==== Records shown ====

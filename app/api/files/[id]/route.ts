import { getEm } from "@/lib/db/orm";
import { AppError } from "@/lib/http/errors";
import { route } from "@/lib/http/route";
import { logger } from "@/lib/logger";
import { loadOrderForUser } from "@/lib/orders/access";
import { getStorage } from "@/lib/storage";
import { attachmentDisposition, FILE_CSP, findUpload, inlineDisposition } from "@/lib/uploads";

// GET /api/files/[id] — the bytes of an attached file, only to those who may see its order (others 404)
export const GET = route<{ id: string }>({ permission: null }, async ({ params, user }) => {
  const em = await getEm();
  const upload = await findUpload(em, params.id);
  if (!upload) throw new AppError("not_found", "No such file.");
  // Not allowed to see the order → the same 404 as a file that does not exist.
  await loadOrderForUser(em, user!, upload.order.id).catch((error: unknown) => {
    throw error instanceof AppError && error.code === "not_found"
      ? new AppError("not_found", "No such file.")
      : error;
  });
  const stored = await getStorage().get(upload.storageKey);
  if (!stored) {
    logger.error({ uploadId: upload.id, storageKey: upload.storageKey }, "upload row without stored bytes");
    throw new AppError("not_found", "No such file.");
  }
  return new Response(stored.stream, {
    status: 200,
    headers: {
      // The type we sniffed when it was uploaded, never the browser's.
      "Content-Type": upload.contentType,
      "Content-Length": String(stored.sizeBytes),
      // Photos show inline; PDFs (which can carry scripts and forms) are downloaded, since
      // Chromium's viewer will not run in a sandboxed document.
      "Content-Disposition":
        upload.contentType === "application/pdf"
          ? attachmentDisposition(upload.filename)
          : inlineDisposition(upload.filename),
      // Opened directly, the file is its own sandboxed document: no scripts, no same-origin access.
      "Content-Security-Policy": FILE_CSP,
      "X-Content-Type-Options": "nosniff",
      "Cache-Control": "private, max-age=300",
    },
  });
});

====
==== Records shown ====

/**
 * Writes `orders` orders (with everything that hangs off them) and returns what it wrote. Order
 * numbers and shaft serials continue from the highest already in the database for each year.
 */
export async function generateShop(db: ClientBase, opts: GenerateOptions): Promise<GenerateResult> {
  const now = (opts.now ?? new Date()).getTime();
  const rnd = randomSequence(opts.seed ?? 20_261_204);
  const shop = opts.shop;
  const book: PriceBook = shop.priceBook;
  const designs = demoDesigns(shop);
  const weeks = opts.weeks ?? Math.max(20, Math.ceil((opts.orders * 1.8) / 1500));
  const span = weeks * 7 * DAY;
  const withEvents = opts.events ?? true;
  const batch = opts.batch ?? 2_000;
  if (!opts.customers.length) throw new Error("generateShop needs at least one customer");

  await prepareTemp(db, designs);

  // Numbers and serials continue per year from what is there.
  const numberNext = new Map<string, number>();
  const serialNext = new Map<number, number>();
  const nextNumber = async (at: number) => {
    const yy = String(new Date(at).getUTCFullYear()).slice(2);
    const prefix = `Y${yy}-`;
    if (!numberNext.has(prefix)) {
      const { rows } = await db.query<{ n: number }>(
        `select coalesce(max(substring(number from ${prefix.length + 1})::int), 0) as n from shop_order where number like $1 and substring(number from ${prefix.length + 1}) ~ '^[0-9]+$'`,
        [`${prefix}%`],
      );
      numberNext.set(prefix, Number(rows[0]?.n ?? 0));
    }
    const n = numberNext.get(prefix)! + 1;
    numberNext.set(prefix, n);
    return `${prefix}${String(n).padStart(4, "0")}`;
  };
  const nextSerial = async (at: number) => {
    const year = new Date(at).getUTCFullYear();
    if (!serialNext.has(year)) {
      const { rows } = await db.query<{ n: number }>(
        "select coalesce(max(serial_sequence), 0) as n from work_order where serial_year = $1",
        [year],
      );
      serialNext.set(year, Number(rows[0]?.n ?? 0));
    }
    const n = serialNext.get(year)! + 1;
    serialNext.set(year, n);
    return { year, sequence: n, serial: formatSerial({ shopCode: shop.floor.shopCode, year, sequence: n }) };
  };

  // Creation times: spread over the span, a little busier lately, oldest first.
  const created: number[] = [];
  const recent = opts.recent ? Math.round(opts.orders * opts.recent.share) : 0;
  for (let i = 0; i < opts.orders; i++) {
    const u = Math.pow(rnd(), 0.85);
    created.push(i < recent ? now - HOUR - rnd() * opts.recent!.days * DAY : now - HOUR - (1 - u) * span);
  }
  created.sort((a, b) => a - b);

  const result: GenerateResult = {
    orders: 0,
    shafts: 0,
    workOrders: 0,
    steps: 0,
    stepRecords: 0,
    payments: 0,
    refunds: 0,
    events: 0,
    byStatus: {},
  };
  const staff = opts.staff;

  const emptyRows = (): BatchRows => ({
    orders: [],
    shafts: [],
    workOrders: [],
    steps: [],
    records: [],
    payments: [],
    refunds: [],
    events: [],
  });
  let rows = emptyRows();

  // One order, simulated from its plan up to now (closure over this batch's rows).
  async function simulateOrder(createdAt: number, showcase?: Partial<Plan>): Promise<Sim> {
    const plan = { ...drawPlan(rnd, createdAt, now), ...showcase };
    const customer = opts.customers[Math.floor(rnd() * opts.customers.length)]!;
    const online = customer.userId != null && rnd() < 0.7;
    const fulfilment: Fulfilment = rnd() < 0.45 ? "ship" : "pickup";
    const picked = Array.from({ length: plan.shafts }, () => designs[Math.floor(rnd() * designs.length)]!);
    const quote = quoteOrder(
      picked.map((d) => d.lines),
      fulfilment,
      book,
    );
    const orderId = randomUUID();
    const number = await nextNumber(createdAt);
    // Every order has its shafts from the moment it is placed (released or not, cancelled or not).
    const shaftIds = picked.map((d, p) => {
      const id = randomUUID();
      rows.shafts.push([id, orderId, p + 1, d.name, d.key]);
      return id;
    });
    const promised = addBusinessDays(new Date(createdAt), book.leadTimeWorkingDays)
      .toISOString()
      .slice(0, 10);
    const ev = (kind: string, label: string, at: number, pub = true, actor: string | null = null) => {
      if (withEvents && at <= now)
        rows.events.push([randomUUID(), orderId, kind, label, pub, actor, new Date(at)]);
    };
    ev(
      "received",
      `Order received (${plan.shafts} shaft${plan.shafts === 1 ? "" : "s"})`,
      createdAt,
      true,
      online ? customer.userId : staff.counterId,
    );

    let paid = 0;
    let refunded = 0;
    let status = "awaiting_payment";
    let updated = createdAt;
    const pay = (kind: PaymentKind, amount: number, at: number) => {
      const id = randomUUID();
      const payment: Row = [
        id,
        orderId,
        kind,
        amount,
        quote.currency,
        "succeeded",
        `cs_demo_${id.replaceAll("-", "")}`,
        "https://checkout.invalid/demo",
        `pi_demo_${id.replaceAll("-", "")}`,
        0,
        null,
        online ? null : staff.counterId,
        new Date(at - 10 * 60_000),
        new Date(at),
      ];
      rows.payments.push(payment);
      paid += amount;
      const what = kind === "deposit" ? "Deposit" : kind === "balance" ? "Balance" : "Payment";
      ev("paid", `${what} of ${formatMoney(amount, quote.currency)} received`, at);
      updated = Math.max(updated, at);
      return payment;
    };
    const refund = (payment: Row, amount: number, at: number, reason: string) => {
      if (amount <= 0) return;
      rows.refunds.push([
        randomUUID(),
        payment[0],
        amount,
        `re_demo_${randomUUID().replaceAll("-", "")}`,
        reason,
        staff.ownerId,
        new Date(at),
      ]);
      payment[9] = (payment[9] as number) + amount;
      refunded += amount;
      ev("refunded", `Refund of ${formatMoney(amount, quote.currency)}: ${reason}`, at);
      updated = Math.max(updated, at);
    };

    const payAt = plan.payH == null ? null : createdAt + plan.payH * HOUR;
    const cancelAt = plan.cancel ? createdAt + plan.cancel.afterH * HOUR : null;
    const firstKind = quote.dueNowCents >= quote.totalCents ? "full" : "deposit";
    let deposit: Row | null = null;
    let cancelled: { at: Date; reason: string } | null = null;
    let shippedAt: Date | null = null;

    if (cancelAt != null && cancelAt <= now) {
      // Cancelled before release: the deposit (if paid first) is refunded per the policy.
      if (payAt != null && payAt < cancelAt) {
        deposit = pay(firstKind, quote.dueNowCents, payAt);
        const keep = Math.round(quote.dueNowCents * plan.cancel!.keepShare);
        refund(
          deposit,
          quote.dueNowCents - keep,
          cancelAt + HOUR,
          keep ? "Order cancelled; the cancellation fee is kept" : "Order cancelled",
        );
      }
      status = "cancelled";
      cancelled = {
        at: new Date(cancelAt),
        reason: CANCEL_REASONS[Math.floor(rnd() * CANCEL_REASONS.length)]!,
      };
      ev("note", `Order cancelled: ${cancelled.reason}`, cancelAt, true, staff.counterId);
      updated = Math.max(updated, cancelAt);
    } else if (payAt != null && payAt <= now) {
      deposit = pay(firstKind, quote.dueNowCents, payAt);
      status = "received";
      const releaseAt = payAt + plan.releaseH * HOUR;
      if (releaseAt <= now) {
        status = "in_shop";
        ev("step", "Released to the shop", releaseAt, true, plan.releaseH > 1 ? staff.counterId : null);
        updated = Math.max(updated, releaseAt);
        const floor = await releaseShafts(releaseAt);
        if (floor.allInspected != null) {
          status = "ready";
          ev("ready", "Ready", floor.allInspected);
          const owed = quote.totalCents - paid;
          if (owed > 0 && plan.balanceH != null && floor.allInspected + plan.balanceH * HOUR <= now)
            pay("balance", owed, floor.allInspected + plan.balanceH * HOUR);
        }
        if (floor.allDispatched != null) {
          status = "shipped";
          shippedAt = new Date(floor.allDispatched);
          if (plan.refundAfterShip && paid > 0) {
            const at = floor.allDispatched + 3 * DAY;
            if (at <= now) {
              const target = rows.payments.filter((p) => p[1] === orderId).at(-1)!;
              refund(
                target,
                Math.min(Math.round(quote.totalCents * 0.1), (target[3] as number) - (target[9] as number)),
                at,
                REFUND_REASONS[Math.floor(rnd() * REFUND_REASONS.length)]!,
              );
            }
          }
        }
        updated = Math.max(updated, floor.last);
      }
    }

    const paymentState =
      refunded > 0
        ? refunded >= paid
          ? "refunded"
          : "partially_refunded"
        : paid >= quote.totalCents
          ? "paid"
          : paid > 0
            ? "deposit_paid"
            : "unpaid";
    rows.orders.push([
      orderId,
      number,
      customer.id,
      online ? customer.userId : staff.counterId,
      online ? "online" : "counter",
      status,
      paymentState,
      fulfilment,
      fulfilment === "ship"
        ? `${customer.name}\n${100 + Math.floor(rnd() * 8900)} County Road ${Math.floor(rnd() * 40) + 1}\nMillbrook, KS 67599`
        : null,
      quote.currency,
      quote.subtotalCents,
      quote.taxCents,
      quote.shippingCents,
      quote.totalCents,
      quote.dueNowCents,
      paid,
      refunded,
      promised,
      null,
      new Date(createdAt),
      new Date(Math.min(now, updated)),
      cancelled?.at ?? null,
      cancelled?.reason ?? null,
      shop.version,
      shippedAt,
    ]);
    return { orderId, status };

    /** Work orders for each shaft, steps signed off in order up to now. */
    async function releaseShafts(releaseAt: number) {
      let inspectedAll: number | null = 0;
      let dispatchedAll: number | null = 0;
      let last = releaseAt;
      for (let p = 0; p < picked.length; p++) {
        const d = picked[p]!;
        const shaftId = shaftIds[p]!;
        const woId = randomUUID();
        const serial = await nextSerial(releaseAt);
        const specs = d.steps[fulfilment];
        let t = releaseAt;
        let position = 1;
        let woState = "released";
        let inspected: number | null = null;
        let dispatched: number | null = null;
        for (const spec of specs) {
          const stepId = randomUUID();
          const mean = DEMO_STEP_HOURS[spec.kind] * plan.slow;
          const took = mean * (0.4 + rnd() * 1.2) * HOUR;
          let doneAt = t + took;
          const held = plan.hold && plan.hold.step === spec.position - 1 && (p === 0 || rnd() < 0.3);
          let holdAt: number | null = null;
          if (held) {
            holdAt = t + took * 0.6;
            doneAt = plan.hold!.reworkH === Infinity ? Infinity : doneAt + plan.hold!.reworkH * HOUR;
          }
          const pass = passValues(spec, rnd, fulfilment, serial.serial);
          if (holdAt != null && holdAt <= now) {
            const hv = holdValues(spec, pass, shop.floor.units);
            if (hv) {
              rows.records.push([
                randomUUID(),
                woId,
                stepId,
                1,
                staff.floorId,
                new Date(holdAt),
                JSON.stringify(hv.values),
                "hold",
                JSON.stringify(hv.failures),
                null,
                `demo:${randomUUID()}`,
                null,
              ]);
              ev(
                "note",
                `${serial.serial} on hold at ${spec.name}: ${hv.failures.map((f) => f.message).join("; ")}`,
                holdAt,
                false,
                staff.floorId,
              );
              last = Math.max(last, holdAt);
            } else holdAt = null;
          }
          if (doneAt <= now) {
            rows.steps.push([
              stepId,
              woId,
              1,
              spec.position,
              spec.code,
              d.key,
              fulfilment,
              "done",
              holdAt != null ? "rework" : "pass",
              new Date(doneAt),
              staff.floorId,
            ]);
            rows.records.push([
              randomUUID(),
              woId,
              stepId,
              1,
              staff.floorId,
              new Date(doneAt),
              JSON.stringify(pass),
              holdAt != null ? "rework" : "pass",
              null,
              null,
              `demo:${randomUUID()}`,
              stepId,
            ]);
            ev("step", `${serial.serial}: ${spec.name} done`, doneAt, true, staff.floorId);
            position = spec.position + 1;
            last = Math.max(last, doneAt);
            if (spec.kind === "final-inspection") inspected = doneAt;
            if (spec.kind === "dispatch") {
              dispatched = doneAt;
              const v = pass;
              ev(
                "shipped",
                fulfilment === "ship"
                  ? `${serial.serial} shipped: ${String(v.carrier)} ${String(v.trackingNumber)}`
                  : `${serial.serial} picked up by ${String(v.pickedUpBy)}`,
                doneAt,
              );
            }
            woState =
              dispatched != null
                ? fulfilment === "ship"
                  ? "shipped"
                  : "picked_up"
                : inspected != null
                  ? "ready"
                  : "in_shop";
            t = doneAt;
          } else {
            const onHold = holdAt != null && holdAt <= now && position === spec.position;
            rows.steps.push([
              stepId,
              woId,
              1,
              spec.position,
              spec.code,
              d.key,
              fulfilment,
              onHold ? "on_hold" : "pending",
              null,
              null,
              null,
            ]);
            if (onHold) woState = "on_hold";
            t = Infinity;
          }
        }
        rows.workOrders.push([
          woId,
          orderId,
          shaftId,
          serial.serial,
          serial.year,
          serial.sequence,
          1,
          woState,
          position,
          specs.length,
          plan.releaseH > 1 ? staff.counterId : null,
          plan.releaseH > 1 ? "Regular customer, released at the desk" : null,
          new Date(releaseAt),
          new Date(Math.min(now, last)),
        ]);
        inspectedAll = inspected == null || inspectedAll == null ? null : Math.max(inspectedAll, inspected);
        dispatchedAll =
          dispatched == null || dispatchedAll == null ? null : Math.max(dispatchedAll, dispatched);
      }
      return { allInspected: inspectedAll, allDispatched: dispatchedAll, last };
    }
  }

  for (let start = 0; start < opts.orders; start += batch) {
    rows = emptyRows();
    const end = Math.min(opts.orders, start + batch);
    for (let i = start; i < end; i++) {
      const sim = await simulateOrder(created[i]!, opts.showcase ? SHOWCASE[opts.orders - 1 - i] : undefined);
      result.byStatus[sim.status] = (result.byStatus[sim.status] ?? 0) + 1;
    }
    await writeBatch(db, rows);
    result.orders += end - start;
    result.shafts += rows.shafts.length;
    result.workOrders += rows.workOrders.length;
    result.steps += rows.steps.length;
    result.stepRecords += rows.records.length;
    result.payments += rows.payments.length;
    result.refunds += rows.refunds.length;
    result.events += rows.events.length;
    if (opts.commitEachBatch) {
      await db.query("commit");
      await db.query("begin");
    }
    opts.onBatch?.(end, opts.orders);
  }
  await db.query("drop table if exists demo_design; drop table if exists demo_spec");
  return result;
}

====

Task details: Above are some lines. Repeat exactly, and only, those from the line that has "filename app/api/files/[id]/route.ts" through the line that has "const em = await getEm();".

Task output:
filename app/api/files/[id]/route.ts
import { getEm } from "@/lib/db/orm";
import { AppError } from "@/lib/http/errors";
import { route } from "@/lib/http/route";
import { logger } from "@/lib/logger";
import { loadOrderForUser } from "@/lib/orders/access";
import { getStorage } from "@/lib/storage";
import { attachmentDisposition, FILE_CSP, findUpload, inlineDisposition } from "@/lib/uploads";

// GET /api/files/[id] — the bytes of an attached file, only to those who may see its order (others 404)
export const GET = route<{ id: string }>({ permission: null }, async ({ params, user }) => {
  const em = await getEm();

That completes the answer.